*** Excerpted records Section Begins ***
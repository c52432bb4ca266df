import type { ClassRule, Figures, Finding } from './domain';
import { known, lacking, type Known } from './known';
import { checkLimit } from './rule-check';

/** Class rules that apply to a vehicle of this class (archived rules do not). */
export function classRulesFor(rules: readonly ClassRule[], className: string | null | undefined): ClassRule[] {
  if (!className) return [];
  return rules.filter((r) => r.className === className && r.archivedAt === null);
}

/** Plain words for the figures a class rule can name. */
const FIGURE_WORDS: Readonly<Record<string, string>> = {
  packVoltageNominalV: 'Nominal supply voltage',
  packVoltageFullV: 'Full-charge supply voltage',
  packVoltageCutoffV: 'Cut-off supply voltage',
  packResistanceOhm: 'Supply resistance',
  capacityMah: 'Supply capacity',
  torqueConstantNmPerA: 'Torque constant',
  noLoadRpm: 'No-load speed',
  noLoadRpmFull: 'No-load speed at full charge',
  finalDriveRatio: 'Final drive ratio',
  rolloutMm: 'Rollout',
  theoreticalSpeedKmh: 'Theoretical speed',
  loadedTopSpeedKmh: 'Loaded top speed',
  peakCurrentA: 'Peak current',
  continuousCurrentA: 'Continuous current',
  peakPowerW: 'Peak power',
  loadedVoltageV: 'Loaded supply voltage',
  thrustN: 'Static thrust',
  tipSpeedMps: 'Propeller tip speed (unloaded)',
  tipSpeedStaticMps: 'Propeller tip speed (static)',
  pitchSpeedKmh: 'Pitch speed',
  runRmsCurrentA: 'RMS current over the run',
  steadyCurrentA: 'Steady current',
  loadedRpm: 'Loaded motor speed',
  loadedRpmFull: 'Loaded motor speed at full charge',
};

/**
 * Findings of class rules against a supply's figures. A figure that could not be computed
 * makes the finding incomplete and names what it lacks.
 */
export function classFindings(
  rules: readonly ClassRule[],
  figures: Figures,
  figureMissing: Readonly<Record<string, readonly string[]>>,
  tightThreshold: number,
): Finding[] {
  return rules.map((r) => {
    const raw = Object.hasOwn(figures, r.figure) ? figures[r.figure] : undefined;
    let value: Known;
    if (typeof raw === 'number') value = known(raw);
    else if (raw === null && figureMissing[r.figure]) value = lacking(...(figureMissing[r.figure] ?? []));
    else value = lacking('classRule.figure');
    const limit = Number.isFinite(r.limit) && r.limit > 0 ? known(r.limit) : lacking('classRule.limit');
    const what = FIGURE_WORDS[r.figure] ?? `Figure ${r.figure}`;
    return checkLimit({
      rule: r.ruleId,
      unit: r.unit,
      value,
      limit,
      tightThreshold,
      what,
      limitName: `the ${r.className} class limit`,
      risk: 'The build does not meet the class rules.',
      fix: 'Change the parts or gearing, or run it in another class.',
      tightHint: 'Little room before the class limit.',
    });
  });
}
*** Excerpted records Section Ends ***
* Problem requirements *
Look through the data above and return exactly the lines from the one that contains "packVoltageFullV: 'Full-charge supply" to the one that contains "else value = lacking('classRule.figure');", inclusive, with nothing else.

* Output for this exercise *
  packVoltageFullV: 'Full-charge supply voltage',
  packVoltageCutoffV: 'Cut-off supply voltage',
  packResistanceOhm: 'Supply resistance',
  capacityMah: 'Supply capacity',
  torqueConstantNmPerA: 'Torque constant',
  noLoadRpm: 'No-load speed',
  noLoadRpmFull: 'No-load speed at full charge',
  finalDriveRatio: 'Final drive ratio',
  rolloutMm: 'Rollout',
  theoreticalSpeedKmh: 'Theoretical speed',
  loadedTopSpeedKmh: 'Loaded top speed',
  peakCurrentA: 'Peak current',
  continuousCurrentA: 'Continuous current',
  peakPowerW: 'Peak power',
  loadedVoltageV: 'Loaded supply voltage',
  thrustN: 'Static thrust',
  tipSpeedMps: 'Propeller tip speed (unloaded)',
  tipSpeedStaticMps: 'Propeller tip speed (static)',
  pitchSpeedKmh: 'Pitch speed',
  runRmsCurrentA: 'RMS current over the run',
  steadyCurrentA: 'Steady current',
  loadedRpm: 'Loaded motor speed',
  loadedRpmFull: 'Loaded motor speed at full charge',
};

/**
 * Findings of class rules against a supply's figures. A figure that could not be computed
 * makes the finding incomplete and names what it lacks.
 */
export function classFindings(
  rules: readonly ClassRule[],
  figures: Figures,
  figureMissing: Readonly<Record<string, readonly string[]>>,
  tightThreshold: number,
): Finding[] {
  return rules.map((r) => {
    const raw = Object.hasOwn(figures, r.figure) ? figures[r.figure] : undefined;
    let value: Known;
    if (typeof raw === 'number') value = known(raw);
    else if (raw === null && figureMissing[r.figure]) value = lacking(...(figureMissing[r.figure] ?? []));
    else value = lacking('classRule.figure');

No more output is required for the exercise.